Chapter 154 also requires the Attorney General to “promulgate regulations to implement

the certification procedure,” id. § 2265(b), which the Attorney General did on September 23,

2013, see Certification Process for State Capital Counsel Systems, Fed. Reg. 58,160 (Sept. 23,

2013) (codified at 28 C.F.R. pt. 26).

The [2013] Regulations establish a procedure for certifying whether a state’s mechanism is adequate for the appointment of professionally competent counsel to represent indigent capital prisoners during state postconviction proceedings. The [2013] Regulations require a state to request certification; the Attorney General must post the state’s request on the Internet, solicit public comments, and review such comments during the certification process. If the Attorney General certifies that a state’s capital-counsel mechanism conforms to the requirements of Chapter 154 and the [2013] Regulations, she [or he] must also determine the date on which the state established its mechanism. The certification is effective as to the date the Attorney General finds the state established its adequate mechanism; as this date can be in the past, a certification decision may be applied retroactively.
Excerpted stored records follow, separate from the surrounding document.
"""Layers of patches: drawn table after table once a measure's figures are known, kept, then written."""

from __future__ import annotations

from collections.abc import Iterable, Iterator
from itertools import chain
from pathlib import Path
from typing import TYPE_CHECKING

import pyarrow as pa
import pyarrow.parquet as pq

from geofractal.batch.cover_plan import CoverPlan, CoverWork
from geofractal.measure import CoverMap
from geofractal.progress import Progress
from geofractal.registry import load_cover_measure
from geofractal.writer.tables import GEOMETRY, write_patch_layer

if TYPE_CHECKING:
    import pandas as pd

INNER = ("first_row", "first_column", "last_row", "left_column", "right_column")
"""Columns of patches that speak of the grid and stay out of the layer of patches."""

PATCHES_PER_BATCH = 5_000


def draw_patches(cover: CoverMap, work: CoverWork, figures: pa.Table, drawn: Path) -> Iterator[int]:
    """Write the patches of a measure with their columns and polygons, yielding the number of each table.

    Parameters
    ----------
    cover : the map, as the measure got it
    figures : what the measure found
    drawn : a Parquet file; whole once all is yielded
    """
    tables = _tables(cover, work, figures.to_pandas())
    first = next(tables)
    with pq.ParquetWriter(drawn, first.schema) as writer:
        for table in chain([first], tables):
            writer.write_table(table)
            yield table.num_rows


def _tables(cover: CoverMap, work: CoverWork, figures: pd.DataFrame) -> Iterator[pa.Table]:
    """Yield patches as Arrow, the polygon last, as WKB."""
    import shapely

    measure, options = load_cover_measure(work.request.measure), work.request.options
    rule = measure.patch_rule(options)
    assert rule is not None
    for frame in cover.polygons(rule):
        told = measure.patch_columns(frame, figures, options)
        columns = {name: pa.array(told[name]) for name in told if name not in (*INNER, "cover", GEOMETRY)}
        names = pa.array(told["cover"].astype(str), pa.string())
        wkb = pa.array(shapely.to_wkb(told[GEOMETRY].to_numpy(object)), pa.binary())
        yield pa.table({"cover": names, **columns, GEOMETRY: wkb})


def write_patches(plan: CoverPlan, drawn: Path, targets: Iterable[Path], progress: Progress) -> None:
    """Write drawn patches in each format, batch by batch.

    Raises
    ------
    OutputError
        a file cannot be written
    """
    from pyproj import CRS

    if plan.raster is None:
        assert plan.polygons is not None
        crs = CRS.from_user_input(plan.polygons.info.crs)
    else:
        crs = plan.raster.grid.crs
    for target in targets:
        with pq.ParquetFile(drawn, pre_buffer=False) as file:  # else all of it is held
            names, rows = file.schema_arrow.names, file.metadata.num_rows
            with progress.stage(plan.name, f"write {target.name}", rows, "patches") as stage:
                batches = file.iter_batches(PATCHES_PER_BATCH)
                write_patch_layer(batches, file.schema_arrow, names, crs, target, stage.advance)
The [2013] Regulations also set forth the substantive criteria that a state’s capital- counsel mechanism must be certified. Consistent with 28 U.S.C. § 2261(c)–(d), a state’s mechanism must require a court of record to appoint counsel to represent an indigent capital prisoner in state postconviction proceedings unless a capital prisoner competently rejected the offer of counsel or was not indeed indigent. If the court appoints counsel, the attorney must not have represented the prisoner at trial, unless the attorney and prisoner expressly agree otherwise. Under the [2013] Regulations, a state’s capital-counsel mechanisms must include competency and compensation standards for counsel appointed pursuant to the mechanism. The [2013] Regulations provide two competency benchmarks, as well as a catchall provision for mechanism that otherwise reasonably assure a level of proficiency

3 appropriate for State postconviction litigation in capital cases. Similarly, the [2013] Regulations provide four compensation benchmarks, as well as a catchall provision for mechanisms that are otherwise reasonably designed to ensure the availability for appointment of counsel satisfying the competency standards.